MATERIAL FOR THIS EXERCISE.
- - -
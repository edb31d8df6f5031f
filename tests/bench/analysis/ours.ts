import { drawChart } from '#shared/statistics/charts/draw-chart.ts'
import { andersonDarling } from '#shared/statistics/normality.ts'
import { RUN_TEST_NUMBERS } from '#shared/statistics/run-tests/index.ts'
import { selectInPlace } from '#shared/statistics/selection.ts'
import { estimateSigma } from '#shared/statistics/sigma.ts'
import { momentsOfSubgroups, summariseSubgroups } from '#shared/statistics/subgroups.ts'
import { inSubgroups, SPECIFICATION } from './weights.ts'

/** What every program must find in the same weights. */
export interface Figures {
  mean: number
  signals: number
  cpk: number
  ppk: number
}

/** Summaries, both charts of means with all run tests, and capability: everything from the bare column of weights. */
export function analyse(weights: Float64Array): Figures {
  const columns = summariseSubgroups(inSubgroups(weights))
  const ranges = drawChart(columns, { chart: 'xbar-r', tests: RUN_TEST_NUMBERS })
  const sds = drawChart(columns, { chart: 'xbar-s', tests: RUN_TEST_NUMBERS })
  const { n, mean, sumOfSquares } = momentsOfSubgroups(columns)
  const within = estimateSigma('pooled', columns, { from: 0, to: columns.n.length, leftOut: undefined })
  const nearest = Math.min(mean - SPECIFICATION.lower, SPECIFICATION.upper - mean)
  const overall = Math.sqrt(sumOfSquares / (n - 1))
  return { mean, signals: ranges.signals.length + sds.signals.length, cpk: nearest / (3 * within), ppk: nearest / (3 * overall) }
}

/** The same with a test for normality and the percentiles that hold the middle 99.73 % and the middle itself. */
export function analyseWithShape(weights: Float64Array): Figures & { andersonDarling: number; percentiles: number[] } {
  const percentiles = percentilesOf(weights, [0.00135, 0.5, 0.99865])
  return { ...analyse(weights), andersonDarling: andersonDarling(weights).statistic, percentiles }
}

function percentilesOf(weights: Float64Array, shares: number[]): number[] {
  const copy = weights.slice()
  return shares.map((share) => selectInPlace(copy, Math.round(share * (copy.length - 1))))
}
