/// Every error that an input can cause, with the input that causes it.
fn errors() -> Vec<(&'static str, ErrorReport)> {
    let (e, m) = (electrodes(), maps());
    let first_nine: String = m.lines().take(10).map(|line| format!("{line}\n")).collect();
    let many: String = (0..513).map(|k| format!("E{k}\t{}\n", k % 7)).collect();
    let wide = |count: usize| {
        m.lines()
            .skip(1)
            .map(|line| format!("{}{}\n", line.split('\t').next().unwrap(), "\t1".repeat(count)))
            .collect::<String>()
    };
    let mut all = vec![
        ("input-empty", error(Some(&e), "", plain())),
        ("input-empty", error(Some(&e), " \n\t\r\n", plain())),
        ("input-empty", error(Some(""), &m, plain())),
        ("input-too-large", error(Some(&e), &"a 1\n".repeat((64 << 18) + 1), plain())),
        ("table-columns", error(None, "1 2\n3 4\n", plain())),
        ("table-columns", error(Some("label\tx\ty\nA\t1\t2\nB\t3\t4\n"), &m, plain())),
        ("table-columns", error(Some(&e), &with_line(&m, 4, |line| line.replacen("AF3", "", 1)), plain())),
        ("table-ragged", error(Some(&e), &with_line(&m, 4, |line| format!("{line}\t7")), plain())),
        ("number-expected", error(Some(&e), &with_line(&m, 4, |line| line.replacen("-0.69", "two", 1)), plain())),
        ("number-expected", error(Some(&e), &with_line(&m, 4, |line| line.replacen("-0.69", "inf", 1)), plain())),
        ("number-expected", error(Some(&with_line(&e, 4, |line| line.replacen("82.1", "8S.1", 1))), &m, plain())),
        ("number-range", error(Some(&e), &with_line(&m, 4, |line| line.replacen("-0.69", "1e101", 1)), plain())),
        ("number-range", error(Some(&e), &with_line(&m, 4, |line| line.replacen("-0.69", "-1e-101", 1)), plain())),
        ("number-range", error(Some(&e), &with_line(&m, 4, |line| line.replacen("-0.69", "1e999", 1)), plain())),
        ("electrode-off", error(Some(&moved(|k, p| if k == 7 { Vec3::new(1.0, 6.0, 43.0) } else { p })), &m, plain())),
        ("label-duplicate", error(Some(&e), &with_line(&m, 4, |line| line.replacen("AF3", "fp1", 1)), plain())),
        ("label-duplicate", error(Some(&with_line(&e, 4, |line| line.replacen("AF3", "Fp1", 1))), &m, plain())),
        ("label-duplicate", error(None, &m.replacen("\nF7\t", "\nEEG fp 1-Ref\t", 1), plain())),
        ("label-duplicate", error(None, &m.replacen("\nF7\t", "\nT3\t", 1), plain())),
        (
            "label-ambiguous",
            error(
                Some(&(e.replacen("\nCz\t", "\nC z\t", 1) + "C-z\t1\t2\t140\n")),
                &m.replacen("\nCz\t", "\nEEG Cz\t", 1),
                plain(),
            ),
        ),
        ("label-bipolar", error(None, &m.replacen("\nFp1\t", "\nFp1-F7\t", 1), plain())),
        ("label-bipolar", error(Some(&e), &m.replacen("\nFp1\t", "\nEEG Fp1 - F7\t", 1), plain())),
        (
            "reference-mixed",
            error(None, &m.replacen("\nFp1\t", "\nFp1-A1\t", 1).replacen("\nFp2\t", "\nFp2-A2\t", 1), plain()),
        ),
        ("map-laplacian", error(Some(&e), &m, Settings { laplacian: Some(true), ..plain() })),
        ("labels-unmatched", error(Some(&e), "Q1\t3\nQ2\t4\n", plain())),
        ("labels-unmatched", error(None, "Q1\t3\nQ2\t4\n", plain())),
        ("electrodes-too-few", error(Some(&e), &first_nine, plain())),
        ("electrodes-too-few", error(None, &first_nine, plain())),
        (
            "electrodes-too-few",
            error(
                Some(&e),
                &m,
                Settings {
                    exclude: m.lines().skip(10).map(|line| line.split('\t').next().unwrap().into()).collect(),
                    ..plain()
                },
            ),
        ),
        ("electrodes-too-many", error(None, &many, plain())),
        ("electrodes-too-many", error(Some(&many.replace('\t', "\t1\t2\t")), &m, plain())),
        (
            "electrodes-coincident",
            error(Some(&moved(|k, p| if k == 5 { Vec3::new(-24.7, 91.2, 42.2) } else { p })), &m, plain()),
        ),
        ("electrodes-coincident", error(Some(&moved(|_, _| Vec3::new(1.0, 2.0, 3.0))), &m, plain())),
        ("electrodes-collinear", error(Some(&moved(|k, _| Vec3::new(1.0, 2.0, 3.0) * k as f64)), &m, plain())),
        ("electrodes-coplanar", error(Some(&moved(|_, p| Vec3::new(p[0], p[1], 7.0))), &m, plain())),
        ("electrodes-coplanar", error(Some(&moved(|_, p| Vec3::new(p[0], p[1], p[0] - 2.0 * p[1]))), &m, plain())),
        ("units-unrecognised", error(Some(&moved(|_, p| p * 7.0)), &m, plain())),
        ("units-unrecognised", error(Some(&moved(|_, p| p * 1e-9)), &m, plain())),
        ("maps-none", error(Some(&e), "label\nFp1\nFp2\n", plain())),
        ("maps-too-many", error(Some(&e), &wide(65_537), plain())),
        ("map-constant", error(Some(&e), &wide(1), plain())),
        (
            "map-incomplete",
            error(
                None,
                "F3 1 n/a\nF4 2 n/a\nC3 n/a 3\nC4 1 1\nP3 2 2\nP4 3 1\nO1 1 2\nO2 2 3\nFz 3 1\nPz 1 2\nCz 2 3\n",
                plain(),
            ),
        ),
        ("head-invalid", error(Some(&e), &m, head(|head| head.radius_mm = Some(500.0)))),
        ("head-invalid", error(Some(&e), &m, head(|head| head.radius_mm = Some(f64::NAN)))),
        ("head-invalid", error(Some(&e), &m, head(|head| head.centre_mm = Some(Vec3::new(500.0, 0.0, 0.0))))),
        ("head-invalid", error(Some(&e), &m, head(|head| head.centre_mm = Some(Vec3::new(1e200, 0.0, 0.0))))),
        ("head-invalid", error(Some(&e), &m, head(|head| head.centre_mm = Some(Vec3::new(0.0, f64::INFINITY, 0.0))))),
        ("head-invalid", error(Some(&e), &m, head(|head| head.centre_mm = Some(Vec3::new(-24.7, 91.2, 42.2))))),
        ("head-invalid", error(Some(&e), &m, head(|head| head.shells = Some(Vec::new())))),
        ("head-invalid", error(Some(&e), &m, head(|head| head.shells = Some(vec![shell("brain", 0.9, 0.33)])))),
        (
            "head-invalid",
            error(
                Some(&e),
                &m,
                head(|head| head.shells = Some(vec![shell("brain", 0.9, 0.0), shell("scalp", 1.0, 0.3)])),
            ),
        ),
        (
            "head-invalid",
            error(
                Some(&e),
                &m,
                head(|head| head.shells = Some(vec![shell("a", 0.9, 0.3), shell("b", 0.8, 0.3), shell("c", 1.0, 0.3)])),
            ),
        ),
        ("settings-unknown", (&Settings::unknown("colour")).into()),
        ("map-index", error(Some(&e), &m, Settings { flip: vec![0, 4_000_000_000], ..plain() })),
        ("map-index", error(Some(&e), &m, Settings { activation_sd: vec![None; 7], ..plain() })),
    ];
    for sd in [0.0, -1.0, f64::NAN, f64::INFINITY, 1e101, 1e-101] {
        let settings = Settings { activation_sd: vec![None, Some(sd)], ..plain() };
        all.push(("activation-sd-invalid", error(Some(&e), &m, settings)));
    }
    for (key, value) in [
        ("errors", json!({ "electrodesMm": -1 })),
        ("errors", json!({ "skullRatio": [40, 15] })),
        ("errors", json!({ "draws": 50 })),
        ("noise", json!({ "sd": 0 })),
        ("noise", json!({ "singleTrialSd": 3, "trials": 0 })),
        ("sources", json!({ "draws": 10 })),
        ("sources", json!({ "floor": [0.6, 0] })),
        ("sources", json!({ "maxEccentricity": 0.99 })),
        ("limits", json!({ "oneDipole": 0.99, "ruledOut": 0.98 })),
    ] {
        let settings = serde_json::from_value(json!({ key: value })).unwrap();
        all.push(("setting-range", error(Some(&e), &m, settings)));
    }
    let request = Request { electrodes: Some(e.as_bytes()), maps: m.as_bytes(), ..Request::default() };
    let lacking = Study::open(&request).unwrap().verdicts(0..1).unwrap_err();
    all.push(("populations-lacking", (&lacking).into()));
    let dipole = json!({ "map": 0, "position": [0, 0, 0], "direction": [1, 0, 0], "rv": 0.1 });
    let crowd = json!({ "members": [{ "name": "a", "dipoles": vec![dipole; 5001] }] });
    let crowded = Groups::new(&serde_json::from_value(crowd).unwrap()).unwrap_err();
    all.push(("dipoles-too-many", (&crowded).into()));
    let mut bytes = m.clone().into_bytes();
    bytes[40] = 0xff;
    let utf8 = of_file("maps", FileWishes { encoding: Some(Encoding::Utf8), ..FileWishes::default() });
    all.push(("input-encoding", (&run(None, &bytes, utf8).unwrap_err()).into()));
    let mut utf16: Vec<u8> = std::iter::once(0xfeff).chain(m.encode_utf16()).flat_map(u16::to_le_bytes).collect();
    utf16.push(0);
    all.push(("input-encoding", (&run(None, &utf16, plain()).unwrap_err()).into()));
    let refused_files = |given: &[(&str, &[u8])], settings| (&files(given, settings).expect_err("an error")).into();
    let (eb, mb) = (e.as_bytes(), m.as_bytes());
    let matrix = bare(&m);
    let short: String = matrix.lines().take(30).map(|line| format!("{line}\n")).collect();
    let gaps = with_line(&m, 4, |line| format!("{}\tn/a", line.rsplit_once('\t').unwrap().0));
    let late = Settings {
        times: Some(Times { start: 0.0, step: 2.0, unit: Default::default() }),
        baseline: Some(Baseline { from: -100.0, to: -50.0 }),
        ..plain()
    };
    all.extend([
        ("table-large", error(Some(&e), &"Cz 1\n".repeat(70_000), plain())),
        ("table-large", error(Some(&e), &"Cz,".repeat(70_000), plain())),
        ("json-syntax", error(Some(&e), "[[1, 2],\n[3, }", plain())),
        ("json-syntax", error(Some(&e), "{\"maps\": [[1, 2],\n[3, 4]", plain())),
        ("json-content", error(Some(&e), "[1, [2]]", plain())),
        ("json-content", error(Some(&e), &("[".repeat(900) + "1" + &"]".repeat(900)), plain())),
        ("maps-missing", refused_files(&[("a.tsv", eb)], plain())),
        ("files-several", refused_files(&[("a.tsv", mb), ("b.tsv", eb), ("c.tsv", mb)], plain())),
        ("files-several", refused_files(&[("a.tsv", mb), ("b.tsv", eb), ("c.tsv", eb)], plain())),
        ("shape-unmatched", error(Some(&e), &short, plain())),
        (
            "column-unknown",
            error(
                Some(&e),
                &m,
                Settings { columns: ColumnWishes { x: Some(ColumnName::Number(9)), ..Default::default() }, ..plain() },
            ),
        ),
        ("unmixing-singular", error(Some(&e), &gaps, unmixing())),
        ("unmixing-singular", error(Some(&e), &m.replace(|c: char| ('1'..='9').contains(&c), "0"), unmixing())),
        ("baseline-empty", error(Some(&e), &m, late)),
    ]);
    let study = Study::open(&Request { electrodes: None, maps: m.as_bytes(), settings: plain(), ..Request::default() })
        .unwrap();
    for (code, name) in [
        ("input-truncated", "cut.mat"),
        ("input-damaged", "version_9.npy"),
        ("input-hdf5", "level_7_3.mat"),
        ("input-matlab-4", "level_4.mat"),
        ("input-zip", "encrypted.zip"),
        ("input-no-table", "picture.txt"),
        ("array-type", "complex.npy"),
        ("array-type", "only_sparse.mat"),
        ("array-size", "billion_rows.npy"),
        ("array-size", "three.npy"),
        ("number-range", "infinite.npy"),
    ] {
        all.push((code, refused(&sample(name))));
    }
    all.push(("electrodes-uncommon", uncommon()));
    all.push(("map-index", (&study.fit(6).unwrap_err()).into()));
    all
}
- - -
In the listing above, locate the line with "filename tests/bench/analysis/ours.ts" and the line with "const overall = Math.sqrt(sumOfSquares", then extract exactly those lines and every line between them, and nothing more.

THE ANSWER.
filename tests/bench/analysis/ours.ts
import { drawChart } from '#shared/statistics/charts/draw-chart.ts'
import { andersonDarling } from '#shared/statistics/normality.ts'
import { RUN_TEST_NUMBERS } from '#shared/statistics/run-tests/index.ts'
import { selectInPlace } from '#shared/statistics/selection.ts'
import { estimateSigma } from '#shared/statistics/sigma.ts'
import { momentsOfSubgroups, summariseSubgroups } from '#shared/statistics/subgroups.ts'
import { inSubgroups, SPECIFICATION } from './weights.ts'

/** What every program must find in the same weights. */
export interface Figures {
  mean: number
  signals: number
  cpk: number
  ppk: number
}

/** Summaries, both charts of means with all run tests, and capability: everything from the bare column of weights. */
export function analyse(weights: Float64Array): Figures {
  const columns = summariseSubgroups(inSubgroups(weights))
  const ranges = drawChart(columns, { chart: 'xbar-r', tests: RUN_TEST_NUMBERS })
  const sds = drawChart(columns, { chart: 'xbar-s', tests: RUN_TEST_NUMBERS })
  const { n, mean, sumOfSquares } = momentsOfSubgroups(columns)
  const within = estimateSigma('pooled', columns, { from: 0, to: columns.n.length, leftOut: undefined })
  const nearest = Math.min(mean - SPECIFICATION.lower, SPECIFICATION.upper - mean)
  const overall = Math.sqrt(sumOfSquares / (n - 1))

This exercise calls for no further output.